Навеки умолкли веселые хлопцы,
В живых я остался один.
— Танька! — обернулся к ней Поленов. — Ты что, с ума сошла?!
— А что, батька?
— Песню-то какую запела!
— Я же тихо… Сашка вот вспомнила…
— Все равно нельзя.
— Эх! — разочарованно произнесла девушка.
Поленов не торопил лошадь: так легче думается. А думать было о чем. У него пока еще не было ни одной встречи ни с немцами, ни с полицаями, ни с карателями. В порядке ли документы? А если не хватает какого-либо особого знака? И начнется тогда!.. Лучше не думать об этом…
А о задании надо думать — в политуправлении ждут и цифры, и факты. Физическое истребление советских людей фашисты ведут двумя способами. Способ первый — убийство, быстрая смерть. Способ второй — ограбление населения, мучительная смерть от голода, от холода, от болезней.

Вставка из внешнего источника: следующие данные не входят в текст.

package consumer

import (
	"bytes"
	"encoding/json"
	"errors"
	"fmt"
	"io"
	"maps"
	"net"
	"slices"
	"strconv"
	"strings"
	"time"
	"unicode"
	"unicode/utf8"

	"github.com/redis/go-redis/v9"

	"ripen/estimator"
)

// Config is the whole configuration of `ripen run`. It is loaded from a
// YAML file, then environment variables (RIPEN_*), then flags, each layer
// overriding the one before; zero fields take the defaults documented here
// (see WithDefaults). Control messages received at run time form one more
// layer on top of the per-experiment overrides (see ApplyControl).
type Config struct {
	// Kafka is how to reach the event bus.
	Kafka KafkaConfig `yaml:"kafka"`
	// Redis is how to reach the state store.
	Redis RedisConfig `yaml:"redis"`
	// HTTP is the listen address of /metrics, /livez, /readyz, /v1 and
	// the web console. Default: 127.0.0.1:9464.
	HTTP string `yaml:"http"`
	// HTTPAuth protects the web console and /v1.
	HTTPAuth HTTPAuthConfig `yaml:"http_auth"`
	// Log is the log encoding: "json" or "console". Default: json.
	Log string `yaml:"log"`
	// Pipeline tunes batching, the watermark and refits.
	Pipeline PipelineConfig `yaml:"pipeline"`
	// Defaults apply to every experiment discovered from clicks.
	Defaults ExperimentConfig `yaml:"defaults"`
	// Experiments override Defaults per experiment id.
	Experiments map[string]ExperimentConfig `yaml:"experiments,omitempty"`
	// Limits protect Redis from cardinality explosions.
	Limits LimitsConfig `yaml:"limits"`
	// ShutdownTimeout bounds the graceful stop after SIGTERM (stop fetching,
	// flush, commit, publish). Default: 20s.
	ShutdownTimeout time.Duration `yaml:"shutdown_timeout"`

	// Control holds the latest control message per experiment id, applied
	// on top of Experiments. It is never read from a file, the environment
	// or flags; ApplyControl maintains it. Default: empty.
	Control map[string]ControlMessage `yaml:"-"`
}

// KafkaConfig names the brokers, the consumer group and the topics.
type KafkaConfig struct {
	// Brokers are host:port seed addresses. Default: 127.0.0.1:9092.
	Brokers []string `yaml:"brokers"`
	// Group is the consumer group id. Default: ripen.
	Group string `yaml:"group"`
	// Topics. Defaults: clicks, conversions, allocations, ripen.deadletter, ripen.control.
	ClickTopic      string `yaml:"click_topic"`
	ConversionTopic string `yaml:"conversion_topic"`
	AllocationTopic string `yaml:"allocation_topic"`
	DeadLetterTopic string `yaml:"deadletter_topic"`
	ControlTopic    string `yaml:"control_topic"`
	// TLS enables TLS to the brokers.
	TLS TLSConfig `yaml:"tls"`
	// SASL enables SASL authentication.
	SASL SASLConfig `yaml:"sasl"`
}

// TLSConfig is a client TLS setup shared by Kafka and Redis.
type TLSConfig struct {
	// Enabled turns TLS on. Default: false.
	Enabled bool `yaml:"enabled"`
	// CAFile is a PEM bundle of trusted CAs. Default: the system pool.
	CAFile string `yaml:"ca_file"`
	// CertFile and KeyFile are a PEM client certificate and key (mutual TLS).
	// Default: none (both or neither must be set).
	CertFile string `yaml:"cert_file"`
	KeyFile  string `yaml:"key_file"`
	// ServerName overrides the name checked in the server certificate.
	// Default: the host of the address dialled.
	ServerName string `yaml:"server_name"`
	// InsecureSkipVerify disables certificate checks (development only).
	// Default: false.
	InsecureSkipVerify bool `yaml:"insecure_skip_verify"`
}

// SASL mechanism names accepted in SASLConfig.Mechanism.
const (
	SASLPlain       = "plain"
	SASLScramSHA256 = "scram-sha-256"
	SASLScramSHA512 = "scram-sha-512"
)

Вот об этом втором способе с цифрами и фактами и должен будет донести Никита Поленов. Передаст — и получит новое, уже боевое задание. Куда целесообразнее всего ехать и что делать? Приблизительно он знает: район Низовая — Шелонск, а конкретно?
Они выехали из леса, и Поленов увидел на пригорке небольшую деревушку. Она приткнулась к сосновому бору, часть домов едва проглядывала из частого леса.